Enhancement of Biological Nutrient Removal in an Alternating Anaerobic-Aerobic Sequencing Batch Reactor: Optimization of Anaerobic and Aerobic Hydraulic Retention Times

Abstract

Biological phosphorus removal (BPR), possesses the significant advantages of low operational costs and little environmental impacts, is an economical and sustainable process to remove P by recycling the activated sludge through anaerobic and aerobic processes. For the BPR system, the hydraulic retention times (HRT) in aerobic and anaerobic processes are the most significant controlling parameters which can directly affect the effluent quality, especially the effluent phosphorus removal efficiencies. In this study, six lab-scale sequencing batch reactors (SBRs) were operated to conduct the single-factor experiments. 13 experimental runs designed by a 2-factor and 5-level response surface methodology (RSM) using Central composite design (CCD) were used to optimize the relationship between anaerobic HRT (X1, h) and aerobic HRT (X2, h) and two most important responses, COD removal efficiency (CRE, Y1, %) and P removal efficiency (PRE, Y2, %).
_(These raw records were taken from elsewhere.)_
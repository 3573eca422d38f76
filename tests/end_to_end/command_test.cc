// Bad inputs: one clear message or status each, and the documented exit status.
#include <gtest/gtest.h>

#include <nlohmann/json.hpp>

#include "end_to_end/program.h"
#include "pricing/black.h"

namespace duskgrid::end_to_end {
namespace {

constexpr const char* kAsOf = "2031-03-14T16:00:00-05:00";

// Rows of a sound invented chain with one volatility, three months out.
std::string sound_chain(const std::string& name) {
  std::string text;
  const double forward = 100, t = 98 / 365.0, s = 0.2 * std::sqrt(t);
  for (int strike = 80; strike <= 120; strike += 5)
    for (const auto side : {quotes::PutCall::call, quotes::PutCall::put}) {
      const double price = pricing::black_price({side, forward, double(strike), 1}, s);
      char row[200];
      std::snprintf(row, sizeof row, "%s,2031-06-20,%d,%s,%.6f,%.6f\n", name.c_str(), strike,
                    side == quotes::PutCall::call ? "C" : "P", price * 0.99, price * 1.01);
      text += row;
    }
  return text;
}
const std::string kHeader = "underlying,expiry,strike,put_call,bid,ask\n";

class Command : public testing::Test {
 protected:
  Ran build(const std::string& text, const std::vector<std::string>& more = {}) {
    spill(scratch_ / "quotes.csv", text);
    std::vector<std::string> arguments{
        "build", (scratch_ / "quotes.csv").string(), "--as-of", kAsOf, "--out", out().string()};
    arguments.insert(arguments.end(), more.begin(), more.end());
    return duskgrid(arguments);
  }
  Ran build_config(const std::string& toml) {
    spill(scratch_ / "quotes.csv", kHeader + sound_chain("SANDPR"));
    spill(scratch_ / "night.toml", toml);
    return duskgrid({"build", (scratch_ / "night.toml").string(), "--out", out().string()});
  }
  fs::path out() const { return scratch_ / "out"; }
  fs::path folder() const { return out() / "2031-03-14"; }
  Scratch scratch_;
};

// One line that starts with the program's name.
void expect_one_message(const Ran& ran, const std::string& holds) {
  EXPECT_EQ(ran.err.rfind("duskgrid: ", 0), 0u) << ran.err;
  EXPECT_NE(ran.err.find(holds), std::string::npos) << ran.err;
  EXPECT_TRUE(ran.out.empty());
}

TEST_F(Command, SoundChainIsPublishedWithStatusZero) {
  const auto ran = build(kHeader + sound_chain("SANDPR"));
  EXPECT_EQ(ran.status, 0) << ran.err;
  EXPECT_TRUE(fs::exists(folder() / "grid.csv"));
}

TEST_F(Command, MissingFileIsNoInput) {
  const auto ran = duskgrid(
      {"build", (scratch_ / "no.csv").string(), "--as-of", kAsOf, "--out", out().string()});
  EXPECT_EQ(ran.status, 66);
  expect_one_message(ran, "no.csv");
  EXPECT_FALSE(fs::exists(folder()));
}

TEST_F(Command, FolderInPlaceOfAFileIsNoInput) {
  fs::create_directories(scratch_ / "folder.csv");
  EXPECT_EQ(duskgrid({"build", (scratch_ / "folder.csv").string(), "--as-of", kAsOf, "--out",
                      out().string()})
                .status,
            66);
}

TEST_F(Command, UnknownConfigurationKeyIsNamedWithTheNearestKnown) {
  const auto ran = build_config(
      "as_of = \"2031-03-14\"\n[[source]]\nfiles = [\"quotes.csv\"]\n"
      "strike_scail = 0.01\n");
  EXPECT_EQ(ran.status, 78);
  expect_one_message(ran, "source.strike_scail");
  EXPECT_NE(ran.err.find("source.strike_scale"), std::string::npos);
}

TEST_F(Command, ConfigurationThatIsNotTomlSaysTheLine) {
  const auto ran = build_config("as_of = \"2031-03-14\"\nfiles = [\n");
  EXPECT_EQ(ran.status, 78);
  expect_one_message(ran, "line");
}

TEST_F(Command, FileWithoutBidColumnIsRefusedWithTheLineToWrite) {
  const auto ran =
      build("underlying,expiry,strike,put_call,level,ask\nSANDPR,2031-06-20,80,C,1,2\n");
  EXPECT_EQ(ran.status, 65);
  expect_one_message(ran, "bid = ");
  EXPECT_NE(ran.err.find("level"), std::string::npos);
}

TEST_F(Command, TextIsNotACsvOfQuotes) {
  const auto ran = build("Dear all,\nthe feed is late tonight.\nRegards\n");
  EXPECT_EQ(ran.status, 65);
  expect_one_message(ran, "quotes.csv");
}

TEST_F(Command, BytesThatAreNoTextAreRefused) {
  EXPECT_EQ(build(std::string("\x7f"
                              "ELF\0\1\2",
                              7))
                .status,
            65);
}

TEST_F(Command, EmptyFileIsNotPublished) {
  const auto ran = build("");
  EXPECT_EQ(ran.status, 4) << ran.err;
  EXPECT_NE(ran.err.find("quotes.csv"), std::string::npos);
}

TEST_F(Command, HeaderAloneIsNotPublished) { EXPECT_EQ(build(kHeader).status, 4); }

TEST_F(Command, WhollyExpiredFileIsNotPublishedAndItsLedgerSaysWhy) {
  const auto ran = build(kHeader + "SANDPR,2030-06-20,80,C,1,2\nSANDPR,2030-06-20,80,P,1,2\n");
  EXPECT_EQ(ran.status, 4);
  for (const auto& row : read_table(folder() / "ledger.csv"))
    EXPECT_EQ(row.at("reason"), "expired");
}

TEST_F(Command, ChainWithNoUsableQuoteIsRefusedAndTheOtherPublished) {
  const auto ran = build(kHeader + sound_chain("SANDPR") +
                         "WRECKD,2031-06-20,80,C,0,2\nWRECKD,2031-06-20,80,P,0,2\n");
  EXPECT_EQ(ran.status, 4);
  const auto run = nlohmann::json::parse(slurp(folder() / "run.json"));
  EXPECT_EQ(run.at("underlyings").at("SANDPR").at("status"), "published");
  EXPECT_EQ(run.at("underlyings").at("WRECKD").at("status"), "refused");
  EXPECT_NE(run.at("underlyings").at("WRECKD").at("message").get<std::string>().find("no-bid 2"),
            std::string::npos);
}

// One stray call-put pair took the forward of its expiry with it.
TEST_F(Command, StrayPairDoesNotMoveTheForward) {
  for (const std::string strike : {"60", "102.5", "150", "400"}) {
    const auto ran = build(kHeader + sound_chain("SANDPR") + "SANDPR,2031-06-20," + strike +
                           ",C,0.01,0.05\nSANDPR,2031-06-20," + strike + ",P,0.01,0.05\n");
    ASSERT_LE(ran.status, 3) << ran.err;
    const auto forwards = read_table(folder() / "forwards.csv");
    // The chain's forward is 100, its spreads one percent of a price of four.
    EXPECT_NEAR(std::stod(forwards.at(0).at("forward")), 100, 0.1) << strike;
    EXPECT_NEAR(std::stod(forwards.at(0).at("zero_rate")), 0, 0.01) << strike;
  }
}

// A dropped row between call and put hid the pair, and the expiry with it.
TEST_F(Command, StaleRowBesideASoundPairDoesNotHideIt) {
  std::string text = "underlying,expiry,strike,put_call,bid,ask,multiplier\n";
  std::string rows = sound_chain("SANDPR");
  for (std::size_t at = 0, end; (end = rows.find('\n', at)) != std::string::npos; at = end + 1)
    text += rows.substr(at, end - at) + ",100\n";
  for (int strike = 80; strike <= 120; strike += 5)
    text += "SANDPR,2031-06-20," + std::to_string(strike) + ",C,1,2,37\n";
  EXPECT_EQ(build(text).status, 0);
}

TEST_F(Command, MorningAndAfternoonOfOneDateStayApart) {
  std::string text = "underlying,expiry,strike,put_call,bid,ask,settlement\n";
  for (const char* word : {"A.M.", "PM"}) {
    std::string rows = sound_chain("SANDPR");
    for (std::size_t at = 0, end; (end = rows.find('\n', at)) != std::string::npos; at = end + 1)
      text += rows.substr(at, end - at) + "," + word + "\n";
  }
  build(text);
  EXPECT_EQ(read_table(folder() / "forwards.csv").size(), 2u);
}

TEST_F(Command, FooterThatIsNoContractDoesNotMakeAnUnderlying) {
  EXPECT_EQ(build(kHeader + sound_chain("SANDPR") + "Total rows 18,,,,,\n").status, 0);
}

TEST_F(Command, ARunThatMarksNothingLeavesTheGoodOneOfThatNight) {
  ASSERT_EQ(build(kHeader + sound_chain("SANDPR")).status, 0);
  const auto good = slurp(folder() / "grid.csv");
  EXPECT_EQ(build(kHeader + "SANDPR,2030-06-20,80,C,1,2\n").status, 4);
  EXPECT_EQ(slurp(folder() / "grid.csv"), good);
  EXPECT_TRUE(fs::exists(out() / "2031-03-14-refused" / "ledger.csv"));
}

TEST_F(Command, BadAsOfIsUsage) {
  spill(scratch_ / "quotes.csv", kHeader + sound_chain("SANDPR"));
  for (const char* as_of : {"yesterday", "2031-02-30", "31/03/2031", ""}) {
    const auto ran = duskgrid(
        {"build", (scratch_ / "quotes.csv").string(), "--as-of", as_of, "--out", out().string()});
    EXPECT_EQ(ran.status, 64) << as_of;
  }
  EXPECT_EQ(duskgrid({"build", (scratch_ / "quotes.csv").string()}).status, 64);
}

TEST_F(Command, UnknownOptionAndNoCommandAreUsage) {
  EXPECT_EQ(duskgrid({}).status, 64);
  EXPECT_EQ(duskgrid({"build", "x.csv", "--sideways"}).status, 64);
  EXPECT_EQ(duskgrid({"ponder"}).status, 64);
}

TEST_F(Command, UnknownZoneIsUsageOnTheCommandLineAndConfigurationInItsFile) {
  EXPECT_EQ(build_config("as_of = \"2031-03-14\"\nzone = \"Atlantis/Harbour\"\n[[source]]\n"
                         "files = [\"quotes.csv\"]\n")
                .status,
            78);
  const auto ran = build(kHeader + sound_chain("SANDPR"), {"--zone", "Atlantis/Harbour"});
  EXPECT_EQ(ran.status, 64);
  expect_one_message(ran, "Atlantis/Harbour");
}

TEST_F(Command, OutputThatCannotBeMadeIsCannotCreate) {
  spill(out(), "a file where the folder should be");
  const auto ran = build(kHeader + sound_chain("SANDPR"));
  EXPECT_EQ(ran.status, 73);
  expect_one_message(ran, out().string());
}

// The widest line of a text.
std::size_t width_of(const std::string& text) {
  std::size_t widest = 0;
  for (const auto& line : split(text, '\n')) widest = std::max(widest, line.size());
  return widest;
}

TEST_F(Command, HelpOfEveryCommandShowsAnExampleAndItsStatuses) {
  const std::map<std::string, std::vector<std::string>> statuses{
      {"build", {"0", "3", "4", "64", "65", "66", "70", "73", "78"}},
      {"survey", {"0", "4", "64", "65", "66", "70", "78"}},
      {"check", {"0", "3", "64", "65", "66", "70"}},
      {"value", {"0", "64", "65", "66", "70"}}};
  for (const auto& [command, listed] : statuses) {
    const auto ran = duskgrid({command, "--help"});
    EXPECT_EQ(ran.status, 0);
    EXPECT_NE(ran.out.find("Example"), std::string::npos) << command;
    // Not the path it was called by: a line could be of any width then.
    EXPECT_NE(ran.out.find("Usage: duskgrid " + command), std::string::npos);
    EXPECT_LE(width_of(ran.out), 80u) << ran.out;
    const auto at = ran.out.find("Exit status");
    ASSERT_NE(at, std::string::npos) << ran.out;
    for (const auto& status : listed) {
      const auto told = ran.out.find(" " + status + " ", at);
      const auto at_the_start = ran.out.find("\n" + status + " ", at);
      EXPECT_NE(std::min(told, at_the_start), std::string::npos) << status << ran.out;
    }
  }
  EXPECT_LE(width_of(duskgrid({"--help"}).out), 80u);
}

TEST_F(Command, SpotTakesOneValueAndMayComeAgain) {
  spill(scratch_ / "quotes.csv", kHeader + sound_chain("SANDPR"));
  const std::string quotes = (scratch_ / "quotes.csv").string();
  const auto ran = duskgrid({"build", "--spot", "100", "--spot", "SANDPR=100.5", quotes, "--as-of",
                             kAsOf, "--out", out().string()});
  EXPECT_EQ(ran.status, 0) << ran.err;
  EXPECT_TRUE(fs::exists(folder() / "grid.csv"));
}

TEST_F(Command, ListWithSpacesIsToldToHaveCommas) {
  const auto ran = duskgrid({"value", "HALYRD.json", "--strike", "90", "100"});
  EXPECT_EQ(ran.status, 64);
  EXPECT_NE(ran.err.find("100"), std::string::npos) << ran.err;
  EXPECT_NE(ran.err.find("commas"), std::string::npos) << ran.err;
  EXPECT_TRUE(ran.out.empty()) << ran.out;
}

TEST_F(Command, SurveyNamesColumnsReadAndChainsFound) {
  spill(scratch_ / "quotes.csv", kHeader + sound_chain("SANDPR"));
  const auto ran = duskgrid({"survey", (scratch_ / "quotes.csv").string()});
  EXPECT_EQ(ran.status, 0);
  EXPECT_NE(ran.out.find("SANDPR"), std::string::npos);
  EXPECT_NE(ran.out.find("put_call"), std::string::npos);
}

TEST_F(Command, SurveyDrawsTheLargestChainInEightyColumnsOfTheLocalesLetters) {
  spill(scratch_ / "quotes.csv", kHeader + sound_chain("SANDPR"));
  const std::string quotes = (scratch_ / "quotes.csv").string();
  const auto in_locale = [&](const std::string& locale) {
    return run("/usr/bin/env", {"LC_ALL=" + locale, DUSKGRID_PROGRAM, "survey", quotes}).out;
  };
  const auto plain = in_locale("C");
  EXPECT_NE(plain.find("SANDPR: expiries down, strikes across"), std::string::npos) << plain;
  EXPECT_TRUE(std::all_of(plain.begin(), plain.end(), [](char c) { return (c & 0x80) == 0; }));
  EXPECT_NE(in_locale("C.UTF-8").find("\u2588"), std::string::npos);
}

TEST_F(Command, BuildPrintsOneLineOfJsonWhenAsked) {
  spill(scratch_ / "quotes.csv", kHeader + sound_chain("SANDPR"));
  const auto ran = duskgrid({"build", (scratch_ / "quotes.csv").string(), "--as-of", kAsOf, "--out",
                             out().string(), "--json"});
  const auto summary = nlohmann::json::parse(ran.out);
  EXPECT_EQ(std::count(ran.out.begin(), ran.out.end(), '\n'), 1);
  EXPECT_EQ(summary.at("exit_status"), ran.status);
  EXPECT_EQ(summary.at("folder"), folder().string());
  EXPECT_EQ(summary.at("underlyings").at("published"), 1);
  EXPECT_EQ(summary.at("rows").at("read"), summary.at("rows").at("used").get<int>() +
                                               summary.at("rows").at("spare").get<int>() +
                                               summary.at("rows").at("dropped").get<int>());
  // Not a terminal: no colour and no progress.
  EXPECT_EQ(ran.err.find('\033'), std::string::npos);
}

TEST_F(Command, NamesThatASpreadsheetWouldRunAreGuardedInCsvAndPlainInJson) {
  ASSERT_EQ(build(kHeader + sound_chain("=1+1") + sound_chain("../up")).status, 0);
  bool guarded = false;
  for (const auto& row : read_table(folder() / "grid.csv")) {
    EXPECT_NE(row.at("underlying").front(), '=');
    guarded = guarded || row.at("underlying") == "'=1+1";
  }
  EXPECT_TRUE(guarded);
  const auto run = nlohmann::json::parse(slurp(folder() / "run.json"));
  EXPECT_TRUE(run.at("underlyings").contains("=1+1"));
  EXPECT_TRUE(fs::exists(folder() / "surfaces" / "%2E.%2Fup.json"));
}

TEST_F(Command, CheckFindsAnArbitrageInAForeignGrid) {
  // A middle strike far too dear: a butterfly anyone would sell.
  spill(scratch_ / "grid.csv",
        "strike,vol,forward,year_fraction\n90,0.20,100,0.5\n100,0.35,100,0.5\n110,0.20,100,0.5\n");
  const auto ran = duskgrid({"check", (scratch_ / "grid.csv").string()});
  EXPECT_EQ(ran.status, 3);
  EXPECT_NE(ran.out.find("butterfly"), std::string::npos);
  EXPECT_EQ(duskgrid({"check", (scratch_ / "none.csv").string()}).status, 66);
  spill(scratch_ / "text.csv", "hello\n");
  EXPECT_EQ(duskgrid({"check", (scratch_ / "text.csv").string()}).status, 65);
}

}  // namespace
}  // namespace duskgrid::end_to_end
High squared regression coefficients R2 (> 0.99) and adjusted R2 (> 0.99) indicated a high degree of correlation between the predicted and actual responses, which means that the model could fit the response well. Experimental validation by operating under the optimal combination of the two operational HRTs were conducted. Good correlation between the predicted and experiments values provides confidence in the obtained models.